Reading this makes me prick up my ears. Daily duties? I have plenty of those! In my mind, I’ve always thought a relationship with God can only take place in a monastic setting, with large blocks of time set aside for sitting alone in silence and pacing through cloistered halls. When things get busy, I put God in the ‘too hard’ basket. I forget that, just like my best friends, God is comfortable enough among the washing and dishes and nappies and spills. I don’t need to make things perfect to speak to God, or for God to speak to me.
This brings me to the third Teresa. St Teresa of Avila lived in the 16th century, during the Reformation. She is a renowned mystic, a prominent theologian and, like St Thérèse, a doctor of the church. She also wrote my current all-time favourite quote. If I were the type to embroider aphorisms onto cushions, I’d cross-stitch this baby onto every throw pillow I own. Instead, I’ve scribbled it onto a sticky note and put it on my fridge: “God is in the pots and pans”
St Teresa comments, also, that it is possible to listen to God often without intuiting a response. It has nothing to do with how hard you concentrate: God’s word can’t be forced. “I may listen for many days and although I may desire to hear them, I shall be unable to do so,” she writes in her autobiography, “and then, at other times, when I have no desire to hear them, as I have said, I am compelled to.”

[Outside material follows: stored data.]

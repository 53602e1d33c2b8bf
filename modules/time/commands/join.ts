import "server-only";
import { randomUUID } from "node:crypto";
import { and, eq, isNull, sql } from "drizzle-orm";
import { people, users } from "@/db/schema";
import { defineCommand } from "@/modules/access/command";
import { hashSecret, verifySecret } from "@/modules/access/password";
import { ok, refuse } from "@/modules/kernel/result";
import { passwordProblem } from "../domain/password-rules";
import { openInvitation } from "../identity/invitation";
import { joinInput } from "../join-input";

/**
 * Takes an invitation: the person sets their own password, or, known from another shop, proves the one they have. Once.
 */
export const acceptInvitation = defineCommand({
  name: "time.acceptInvitation", act: "system.run", input: joinInput, secret: ["token", "password"],
  run: async (ctx, { token, password }) => {
    const over = () => refuse("INVITATION_OVER", "This invitation is not good (any more). Ask the owner for a new one.");
    const invited = await openInvitation(token);
    if (!invited || invited.ctx.shop.id !== ctx.shop.id) return over();
    // Held until the end, so that two takers of one invitation come one after the other.
    const mine = and(eq(people.shopId, ctx.shop.id), eq(people.id, invited.personId), eq(people.version, invited.version), isNull(people.userId), isNull(people.leftAt));
    if (!(await ctx.tx.select({ id: people.id }).from(people).where(mine).for("update")).length) return over();
    const problem = passwordProblem(password, [invited.name, ctx.shop.name, invited.email]);
    if (problem) return refuse("PASSWORD_WEAK", problem, { field: "password" });
    const [known] = await ctx.tx.select().from(users).where(eq(users.email, invited.email));
    if (known && (known.disabledAt || (known.lockedUntil && known.lockedUntil > ctx.now) || !(await verifySecret(known.passwordHash, password)))) {
      return refuse("PASSWORD_OTHER", "This address signs in already. Type the password it has.", { field: "password" });
    }
    const userId = known?.id ?? randomUUID();
    if (!known) await ctx.tx.insert(users).values({ id: userId, email: invited.email, name: invited.name, passwordHash: await hashSecret(password) });
    const taken = await ctx.tx.update(people).set({ userId, version: sql`${people.version} + 1` })
      .where(mine).returning({ id: people.id });
    return taken.length ? ok({ personId: invited.personId, slug: ctx.shop.slug }) : over();
  },
  subject: (_, value) => ({ kind: "person", id: value.personId }),
});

I’m not suggesting we should only listen when we pray or that we shouldn’t use words or recite timeworn prayers. In every relationship, there’s room for small talk and trivial conversations, for deep-and-meaningfuls and mundane-and-functionals, for talk and for silence.
Listening to God means being willing to allow God to prod me out of my comfort zone. This can be hard for me. I like to be in control. Listening to God means being open to God’s plan, not merely trying to slot God into my plans.
Yesterday I did the big grocery shop for the fortnight. It was hard work. While I squinted at cans of pineapple pieces, trying to work out if they were product-of-Australia, and if said pieces were suspended in syrup or in natural juice, my twin toddlers were trying to work out how many items they could fling from the trolley before Mummy noticed (seven and a half).
After loading can after bag after box of pasta sauce, nappy wipes and dishwasher tablets onto the conveyor belt, after flapping out the canvas bags at the packing bench and accidentally squashing a bag of bread under a bag of soup tins, after trundling along with a full trolley and a moving menagerie of children, I hefted my bone-weary body onto the travellator, bound for the car park.
As the escalator gripped the magnets of my trolley, relieving me of its unwieldy burden, so too did I allow myself to feel held by God. I closed my eyes and took three deep breaths. I stood amid the shriek and chatter of my children, the blare of Val Morgan advertising, and the beep-beep-beep of a nearby forklift. I stood in that moment, and I found silence.
I still talk an awful lot. That’s something about me I don’t think will ever change. But I’m trying to get better at listening. In a group discussion, I wait for three other people, and at least one introvert, to say something before I jump in and take over. I try to spend this time actually listening, not just formulating my next brilliant rejoinder, and it’s amazing what I can learn. I’m trying to listen more in prayer, too. I don’t bark instructions at God (at least, not on a good day), neither do I screw up my face trying to summon a divine message. I like to sit in the quiet of the morning or bustle in the chaos of the afternoon and think about St Teresa of Avila’s words: “Prayer is nothing more than spending a long time alone with the one I know loves me.”